Start of Dataset content

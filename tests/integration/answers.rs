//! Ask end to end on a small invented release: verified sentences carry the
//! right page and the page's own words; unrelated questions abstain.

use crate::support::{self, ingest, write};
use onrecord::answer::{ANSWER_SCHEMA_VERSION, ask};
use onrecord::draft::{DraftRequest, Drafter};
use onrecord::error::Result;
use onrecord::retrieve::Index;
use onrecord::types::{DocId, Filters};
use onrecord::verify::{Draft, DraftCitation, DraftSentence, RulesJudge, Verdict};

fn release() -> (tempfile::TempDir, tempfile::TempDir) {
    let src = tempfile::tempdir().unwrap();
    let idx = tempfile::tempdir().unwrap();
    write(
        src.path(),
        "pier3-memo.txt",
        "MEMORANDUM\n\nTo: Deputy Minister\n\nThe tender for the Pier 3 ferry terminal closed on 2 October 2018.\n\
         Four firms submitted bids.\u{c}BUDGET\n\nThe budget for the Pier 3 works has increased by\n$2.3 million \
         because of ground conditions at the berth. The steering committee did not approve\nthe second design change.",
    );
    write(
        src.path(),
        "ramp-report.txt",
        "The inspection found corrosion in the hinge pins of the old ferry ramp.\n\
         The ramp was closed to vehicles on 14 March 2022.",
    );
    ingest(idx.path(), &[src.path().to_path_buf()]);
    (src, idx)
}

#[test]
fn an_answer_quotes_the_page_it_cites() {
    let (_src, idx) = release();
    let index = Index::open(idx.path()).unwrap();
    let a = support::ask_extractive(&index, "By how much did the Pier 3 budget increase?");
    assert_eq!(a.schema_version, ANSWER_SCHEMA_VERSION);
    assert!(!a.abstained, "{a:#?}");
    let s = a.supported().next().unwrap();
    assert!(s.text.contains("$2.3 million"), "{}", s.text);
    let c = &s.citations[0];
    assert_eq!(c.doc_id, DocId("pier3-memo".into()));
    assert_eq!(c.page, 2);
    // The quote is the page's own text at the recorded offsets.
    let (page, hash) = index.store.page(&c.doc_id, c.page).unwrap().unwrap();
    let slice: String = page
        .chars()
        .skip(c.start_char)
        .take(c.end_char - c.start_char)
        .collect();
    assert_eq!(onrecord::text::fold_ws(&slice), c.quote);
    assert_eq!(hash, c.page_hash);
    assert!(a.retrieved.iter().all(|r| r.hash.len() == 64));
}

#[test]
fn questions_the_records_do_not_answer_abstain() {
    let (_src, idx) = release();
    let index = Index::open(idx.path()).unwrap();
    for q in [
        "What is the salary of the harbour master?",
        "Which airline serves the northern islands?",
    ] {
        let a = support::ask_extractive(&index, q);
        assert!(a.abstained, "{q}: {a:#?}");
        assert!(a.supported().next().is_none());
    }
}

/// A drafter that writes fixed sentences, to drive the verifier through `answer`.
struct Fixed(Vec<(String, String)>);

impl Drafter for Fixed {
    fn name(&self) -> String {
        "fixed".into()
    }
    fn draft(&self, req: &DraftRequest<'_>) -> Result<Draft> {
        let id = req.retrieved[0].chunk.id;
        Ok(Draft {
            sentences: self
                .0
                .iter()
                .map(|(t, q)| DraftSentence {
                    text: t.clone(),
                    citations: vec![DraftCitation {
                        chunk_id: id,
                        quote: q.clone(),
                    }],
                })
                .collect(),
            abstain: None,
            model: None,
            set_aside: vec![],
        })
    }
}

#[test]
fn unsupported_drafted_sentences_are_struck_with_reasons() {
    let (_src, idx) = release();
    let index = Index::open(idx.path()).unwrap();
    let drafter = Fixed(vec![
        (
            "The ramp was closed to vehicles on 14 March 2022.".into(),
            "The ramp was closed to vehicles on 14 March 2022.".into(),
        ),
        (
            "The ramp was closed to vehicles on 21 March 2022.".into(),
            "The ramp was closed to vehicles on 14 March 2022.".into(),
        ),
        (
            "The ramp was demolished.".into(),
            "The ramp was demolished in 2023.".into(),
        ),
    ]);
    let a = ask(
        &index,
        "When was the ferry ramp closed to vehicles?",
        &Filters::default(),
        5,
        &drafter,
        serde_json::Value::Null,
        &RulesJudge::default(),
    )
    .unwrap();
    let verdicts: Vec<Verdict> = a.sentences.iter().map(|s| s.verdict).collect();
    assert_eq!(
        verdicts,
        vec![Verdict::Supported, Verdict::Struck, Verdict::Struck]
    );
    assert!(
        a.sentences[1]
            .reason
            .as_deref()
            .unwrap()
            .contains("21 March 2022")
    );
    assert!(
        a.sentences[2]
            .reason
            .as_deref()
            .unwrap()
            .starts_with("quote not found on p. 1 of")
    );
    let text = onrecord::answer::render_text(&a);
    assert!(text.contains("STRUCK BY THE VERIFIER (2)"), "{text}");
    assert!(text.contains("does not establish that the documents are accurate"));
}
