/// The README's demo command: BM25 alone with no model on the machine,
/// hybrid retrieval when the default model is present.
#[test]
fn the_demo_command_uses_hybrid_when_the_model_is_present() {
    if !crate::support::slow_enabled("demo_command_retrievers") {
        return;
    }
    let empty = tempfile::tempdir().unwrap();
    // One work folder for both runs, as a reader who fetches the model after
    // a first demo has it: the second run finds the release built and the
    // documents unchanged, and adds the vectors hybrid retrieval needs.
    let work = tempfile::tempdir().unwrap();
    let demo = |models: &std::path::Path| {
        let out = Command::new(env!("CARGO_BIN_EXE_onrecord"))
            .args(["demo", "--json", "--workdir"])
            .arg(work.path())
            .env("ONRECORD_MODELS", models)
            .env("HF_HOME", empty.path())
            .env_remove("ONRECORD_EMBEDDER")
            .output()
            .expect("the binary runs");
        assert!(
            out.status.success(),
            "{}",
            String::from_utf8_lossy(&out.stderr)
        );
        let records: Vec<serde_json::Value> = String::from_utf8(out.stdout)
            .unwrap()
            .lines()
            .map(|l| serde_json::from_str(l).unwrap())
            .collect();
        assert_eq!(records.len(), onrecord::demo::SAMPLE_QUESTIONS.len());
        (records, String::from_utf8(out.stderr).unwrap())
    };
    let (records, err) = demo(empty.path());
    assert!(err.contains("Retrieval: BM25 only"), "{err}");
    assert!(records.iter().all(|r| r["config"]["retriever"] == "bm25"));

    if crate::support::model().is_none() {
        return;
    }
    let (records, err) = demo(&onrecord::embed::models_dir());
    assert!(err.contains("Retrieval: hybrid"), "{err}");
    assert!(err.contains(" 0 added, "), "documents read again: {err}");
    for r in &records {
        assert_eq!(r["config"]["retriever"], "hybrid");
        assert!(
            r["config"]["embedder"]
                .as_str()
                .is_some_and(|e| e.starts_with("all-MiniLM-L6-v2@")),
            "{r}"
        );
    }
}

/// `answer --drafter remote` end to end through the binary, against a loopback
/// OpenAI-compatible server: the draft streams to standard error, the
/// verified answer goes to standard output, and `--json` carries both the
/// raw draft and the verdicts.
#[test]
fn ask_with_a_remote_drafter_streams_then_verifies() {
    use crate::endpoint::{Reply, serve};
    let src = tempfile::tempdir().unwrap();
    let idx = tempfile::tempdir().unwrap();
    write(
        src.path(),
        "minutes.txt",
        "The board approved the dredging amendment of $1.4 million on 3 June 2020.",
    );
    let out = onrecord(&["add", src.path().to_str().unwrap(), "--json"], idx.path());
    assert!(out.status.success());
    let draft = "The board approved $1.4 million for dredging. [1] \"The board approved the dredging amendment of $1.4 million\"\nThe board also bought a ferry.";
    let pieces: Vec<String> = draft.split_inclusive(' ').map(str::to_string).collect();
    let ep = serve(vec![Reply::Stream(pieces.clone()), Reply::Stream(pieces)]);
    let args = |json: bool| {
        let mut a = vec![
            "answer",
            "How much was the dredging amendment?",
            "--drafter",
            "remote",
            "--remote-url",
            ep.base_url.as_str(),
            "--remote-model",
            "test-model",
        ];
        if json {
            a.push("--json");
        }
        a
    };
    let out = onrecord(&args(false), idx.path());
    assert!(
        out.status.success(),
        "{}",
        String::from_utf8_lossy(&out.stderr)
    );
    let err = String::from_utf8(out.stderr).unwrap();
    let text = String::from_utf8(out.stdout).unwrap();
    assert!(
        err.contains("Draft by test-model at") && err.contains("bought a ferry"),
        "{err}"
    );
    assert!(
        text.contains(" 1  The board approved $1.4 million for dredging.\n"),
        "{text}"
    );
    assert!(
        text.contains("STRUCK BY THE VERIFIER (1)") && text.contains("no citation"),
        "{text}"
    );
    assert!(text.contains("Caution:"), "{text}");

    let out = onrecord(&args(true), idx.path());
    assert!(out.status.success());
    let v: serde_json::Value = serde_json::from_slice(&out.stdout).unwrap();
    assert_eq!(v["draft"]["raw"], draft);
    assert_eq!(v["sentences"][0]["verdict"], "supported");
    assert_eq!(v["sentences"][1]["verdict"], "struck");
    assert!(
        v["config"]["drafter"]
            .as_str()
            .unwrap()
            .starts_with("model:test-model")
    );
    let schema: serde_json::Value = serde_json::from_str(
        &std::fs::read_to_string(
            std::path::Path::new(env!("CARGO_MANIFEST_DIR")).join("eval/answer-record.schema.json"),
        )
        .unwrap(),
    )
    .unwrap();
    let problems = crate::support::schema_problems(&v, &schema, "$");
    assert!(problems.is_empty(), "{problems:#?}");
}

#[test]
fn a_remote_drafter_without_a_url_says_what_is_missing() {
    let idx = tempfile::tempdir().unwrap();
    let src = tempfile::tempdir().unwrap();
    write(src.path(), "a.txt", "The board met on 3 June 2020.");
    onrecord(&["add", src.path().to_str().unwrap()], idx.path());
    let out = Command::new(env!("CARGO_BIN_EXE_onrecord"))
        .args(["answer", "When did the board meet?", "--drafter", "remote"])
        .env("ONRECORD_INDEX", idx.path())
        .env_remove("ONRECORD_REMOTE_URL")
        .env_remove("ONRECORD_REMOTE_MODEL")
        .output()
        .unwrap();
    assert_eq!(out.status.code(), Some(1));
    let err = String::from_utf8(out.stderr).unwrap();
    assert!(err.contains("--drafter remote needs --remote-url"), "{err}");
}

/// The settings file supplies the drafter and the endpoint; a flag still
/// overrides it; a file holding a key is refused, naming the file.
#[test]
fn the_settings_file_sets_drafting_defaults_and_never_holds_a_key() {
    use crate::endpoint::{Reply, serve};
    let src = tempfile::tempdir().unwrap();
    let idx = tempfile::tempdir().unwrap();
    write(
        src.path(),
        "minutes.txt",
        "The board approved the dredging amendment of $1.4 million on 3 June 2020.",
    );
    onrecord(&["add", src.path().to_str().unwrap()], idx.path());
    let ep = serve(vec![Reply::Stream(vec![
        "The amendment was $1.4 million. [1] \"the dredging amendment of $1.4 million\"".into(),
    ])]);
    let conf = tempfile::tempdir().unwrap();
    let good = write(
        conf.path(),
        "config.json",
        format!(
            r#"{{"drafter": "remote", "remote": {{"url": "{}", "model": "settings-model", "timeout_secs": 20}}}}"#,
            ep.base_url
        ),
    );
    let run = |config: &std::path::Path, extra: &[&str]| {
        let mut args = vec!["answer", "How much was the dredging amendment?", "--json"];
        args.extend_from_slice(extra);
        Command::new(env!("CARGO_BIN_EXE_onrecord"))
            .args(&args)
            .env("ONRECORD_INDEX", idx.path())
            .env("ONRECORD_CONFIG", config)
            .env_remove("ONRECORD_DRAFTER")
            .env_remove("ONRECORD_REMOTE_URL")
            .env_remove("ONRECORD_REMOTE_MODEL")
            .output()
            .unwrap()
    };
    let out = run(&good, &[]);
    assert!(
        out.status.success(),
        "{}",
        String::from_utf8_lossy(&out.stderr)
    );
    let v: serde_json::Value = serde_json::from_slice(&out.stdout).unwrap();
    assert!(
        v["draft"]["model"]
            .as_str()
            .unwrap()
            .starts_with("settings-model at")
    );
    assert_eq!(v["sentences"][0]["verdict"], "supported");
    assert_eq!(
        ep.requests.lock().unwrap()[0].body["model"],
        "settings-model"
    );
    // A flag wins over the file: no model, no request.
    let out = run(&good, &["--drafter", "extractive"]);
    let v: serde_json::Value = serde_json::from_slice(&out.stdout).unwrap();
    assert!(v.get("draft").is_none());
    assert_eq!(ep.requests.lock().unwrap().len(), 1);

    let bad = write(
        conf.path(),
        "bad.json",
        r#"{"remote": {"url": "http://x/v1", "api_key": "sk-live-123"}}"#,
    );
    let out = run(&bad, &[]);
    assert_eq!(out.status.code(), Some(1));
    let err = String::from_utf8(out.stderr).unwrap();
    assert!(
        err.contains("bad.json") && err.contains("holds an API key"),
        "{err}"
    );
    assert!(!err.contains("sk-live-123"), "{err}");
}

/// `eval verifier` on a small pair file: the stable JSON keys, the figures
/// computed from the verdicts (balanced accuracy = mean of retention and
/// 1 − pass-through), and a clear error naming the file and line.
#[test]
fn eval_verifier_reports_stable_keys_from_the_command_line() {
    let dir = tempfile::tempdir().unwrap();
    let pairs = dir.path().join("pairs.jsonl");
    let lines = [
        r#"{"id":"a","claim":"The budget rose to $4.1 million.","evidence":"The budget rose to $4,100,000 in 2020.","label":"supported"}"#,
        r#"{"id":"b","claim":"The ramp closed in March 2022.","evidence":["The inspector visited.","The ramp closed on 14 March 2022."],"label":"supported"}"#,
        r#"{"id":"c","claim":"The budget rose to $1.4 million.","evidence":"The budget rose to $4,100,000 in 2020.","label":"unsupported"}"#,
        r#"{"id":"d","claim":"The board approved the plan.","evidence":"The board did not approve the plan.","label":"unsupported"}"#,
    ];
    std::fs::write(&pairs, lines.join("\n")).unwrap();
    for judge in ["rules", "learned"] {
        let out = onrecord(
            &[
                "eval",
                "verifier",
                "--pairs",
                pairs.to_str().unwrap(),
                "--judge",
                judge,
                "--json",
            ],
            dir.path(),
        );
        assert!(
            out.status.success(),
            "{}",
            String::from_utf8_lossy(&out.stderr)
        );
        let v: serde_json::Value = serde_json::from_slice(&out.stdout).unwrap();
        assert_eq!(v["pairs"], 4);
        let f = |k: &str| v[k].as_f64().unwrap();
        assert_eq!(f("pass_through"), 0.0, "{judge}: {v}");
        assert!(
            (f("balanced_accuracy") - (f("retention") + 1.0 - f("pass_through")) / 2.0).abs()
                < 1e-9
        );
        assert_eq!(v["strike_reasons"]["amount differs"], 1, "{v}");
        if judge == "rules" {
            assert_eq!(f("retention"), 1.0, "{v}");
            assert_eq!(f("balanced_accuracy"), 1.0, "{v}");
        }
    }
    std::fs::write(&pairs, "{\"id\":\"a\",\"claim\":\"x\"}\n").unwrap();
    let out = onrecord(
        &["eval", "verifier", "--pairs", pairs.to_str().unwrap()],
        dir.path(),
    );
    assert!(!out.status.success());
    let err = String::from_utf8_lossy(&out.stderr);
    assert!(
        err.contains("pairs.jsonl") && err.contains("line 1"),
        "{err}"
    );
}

End of Dataset content

Description of the task: Check each line of the entries above for the string "documents", and return those that contain it.

Result of this exercise:
    assert!(text.contains("does not establish that the documents are accurate"));
    // documents unchanged, and adds the vectors hybrid retrieval needs.
    assert!(err.contains(" 0 added, "), "documents read again: {err}");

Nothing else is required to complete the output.